Homilía de S.E. Mons. Claudio Gatti del 14 mayo 2006
I lectura: Hch 9,26-31; Salmo 21; II lectura: 1Jn 3,18-24; Evangelio: Jn 15,1-8
En los designios de Dios nada es coincidencia y todo es providencia. Una vez más las lecturas de hoy, que han sido indicadas por los expertos litúrgicos, encajan perfectamente y están en perfecta sintonía con la celebración de hoy, en la que, como todos sabéis, elevamos todas nuestras oraciones por las almas consagradas. La consagración del hombre a Dios indica, ante todo, aquella elección de la que habla el Evangelio, cuando Jesús dice que el hombre no puede servir a dos señores, Dios y el dinero: o ama a uno o ama al otro, o bien odia a uno u odia al otro. En este sentido todos nosotros podemos entrar en el concepto de consagración porque, con el Bautismo, aunque seamos pequeños, en nombre nuestro, se hace una elección. Aquellas palabras que repetimos con cadencia, “renuncio, renuncio, creo, creo”, indican la primera elección que el hombre hace hacia Dios, pero la consagración es una realidad creciente porque se renueva en otros momentos de la vida. De hecho, puede ser consagración incluso la celebración del sacramento del matrimonio o un matrimonio que es solamente un contrato que, según la ley humana, incluso puede disolverse. Es consagración el momento en el que somos confirmados y elevados a la dignidad de soldados de Cristo al que escogemos como conductor en lugar de otro conductor. El matrimonio es una elección, una consagración, en la que el amor de los protagonistas tiene que estar orientado incluso en sentido longitudinal, además de vertical, porque tiene dos protagonistas y objetivos precisos: el cónyuge en lo que respecta al otro y los dos cónyuges en lo que respecta a los hijos.

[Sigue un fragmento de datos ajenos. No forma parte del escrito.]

import { afterAll, beforeAll, describe, expect, it } from 'vitest';
import type { Actor } from '../../src/domain/access/permissions';
import { installationStatus } from '../../src/schemas/api/status';
import { asActor } from '../../src/server/db/transaction';
import { readStatus } from '../../src/server/services/status';
import { testDatabase, type TestDatabase } from '../support/database';
import { testFleet, type TestFleet } from '../support/fleet';
import { stand } from '../support/standing';

const CLINIC = 'Weirside Clinic';
const LIBRARY = 'Slate Lane Library';
const NETLOFT = 'Netloft Terrace';
const NOW = new Date();
let db: TestDatabase;
let fleet: TestFleet;
let manager: Actor;

beforeAll(async () => {
  db = await testDatabase();
  fleet = await testFleet(db, [CLINIC, LIBRARY, NETLOFT]);
  manager = await fleet.actor('manager@lowfield.example');
  await stand(db.owner, fleet.site(CLINIC), NOW);
  await stand(db.owner, fleet.site(NETLOFT), NOW);
});
afterAll(() => db.drop());

const read = async (actor: Actor) =>
  installationStatus.parse(await asActor(actor, (tx) => readStatus(tx, new Date())));

describe('the state of the installation', () => {
  it('lists the loggers of the organisation alone, with what was refused last on top', async () => {
    await db.owner.query(
      `update logger set refused_count = 7, last_refusal = $1, leased_by = 'p-1', leased_until = now() + interval '1 min'
       where site_id = $2`,
      [
        JSON.stringify({
          at: NOW.toISOString(),
          field: 'rows.3.voltageOut',
          reason: '14 values, 12 expected',
        }),
        fleet.site(CLINIC).id,
      ],
    );
    await db.owner.query(
      `update logger set refused_count = 9, leased_by = 'p-2', leased_until = now() + interval '1 min' where site_id = $1`,
      [fleet.site(NETLOFT).id],
    );
    const status = await read(manager);
    expect(status.loggers.map((l) => l.siteName)).toEqual([CLINIC, LIBRARY]);
    expect(status.loggers[0]).toMatchObject({
      connected: true,
      refused: 7,
      lastRefusal: { field: 'rows.3.voltageOut', reason: '14 values, 12 expected' },
    });
    expect(status.loggers[1]).toMatchObject({ connected: false, refused: 0, lastRefusal: null });
    expect(status.processes).toMatchObject([{ name: 'p-1', loggers: 1 }]);
  });

  it('says how far judgement and roll-ups are, and for which days frames have a place', async () => {
    const strings = fleet.site(CLINIC).strings.size;
    expect((await read(manager)).work).toMatchObject({
      unjudgedStrings: 0,
      unjudgedSince: null,
      rolledUpTo: null,
    });
    await db.owner.query(
      `update string_judgement set frame_at = frame_at - interval '5 min' where site_id = $1`,
      [fleet.site(CLINIC).id],
    );
    await db.owner.query(`insert into rollup_watermark (quarter) values (date_trunc('hour', now()))`);
    const { work } = await read(manager);
    expect(work.unjudgedStrings).toBe(strings);
    expect(work.unjudgedSince).toBe(NOW.toISOString());
    expect(work.newestFrameAt).toBe(NOW.toISOString());
    expect(work.rolledUpTo).not.toBeNull();
    expect(work.preparedTo).toBe(new Date(NOW.getTime() + 86_400_000).toISOString().slice(0, 10));
  });

  it('tells whether the database keeps organisations apart', async () => {
    const { rows } = await db.owner.query<{ roles_made: boolean }>('select roles_made from installation');
    expect((await read(manager)).database.rowSecurity).toBe(rows[0]?.roles_made);
  });
});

El momento de consagración más elevada es cuando el hombre escoge servir exclusivamente a Dios porque, sirviendo a Dios, sirve también a sus hermanos y toda su vida es vivida con esta intención. El día de nuestra consagración es el momento de la ordenación sacerdotal, pero también hay laicos que se dedican completamente a Dios a través de un triple vínculo que es la emisión de los votos de castidad, pobreza y obediencia. Muchos consideran que este vínculo tan estrecho impide ejercer la propia libertad, sin embargo lo más hermoso en una relación de amor es la donación. Darse a sí mismos es inclinarse a la voluntad, sin pasar por un proceso de despersonalización, es la verdadera consagración y se da a Dios lo mejor de sí mismos: se renuncia a las seguridades de la vida con el voto de pobreza, se renuncia a la alegría legítima del matrimonio con el voto de castidad y se liga completamente a Dios y a los hombres, si están en sintonía con Dios, con el voto de obediencia.
La verdadera alma consagrada es la que se encuentra en la definición que Jesús mismo da cuando habla de la vid y los sarmientos: “Todo sarmiento que no da fruto en mi se le corta y todo sarmiento que da fruto se le poda, para que dé más fruto” (Jn 15, 1-3). Eh ahí que la consagración tiene, en sí misma, el concepto de inmolación, que significa la renuncia total de sí mismos, que comprende, si Dios quiere, la renuncia a la propia vida, en el sentido de ofrecerla a Dios, de tal modo que el Señor la recupere cuando crea, como crea y, sobre todo, después de haber pasado una larga prueba que comienza siempre con la tremenda prueba del Getsemaní, o del abandono, de no sentirse amados por Dios. Aunque no lo comprendamos, Dios nos ama y os confieso que yo mismo, a veces, me cuesta comprender que el amor de Dios está presente cuando veo solo gran sufrimiento.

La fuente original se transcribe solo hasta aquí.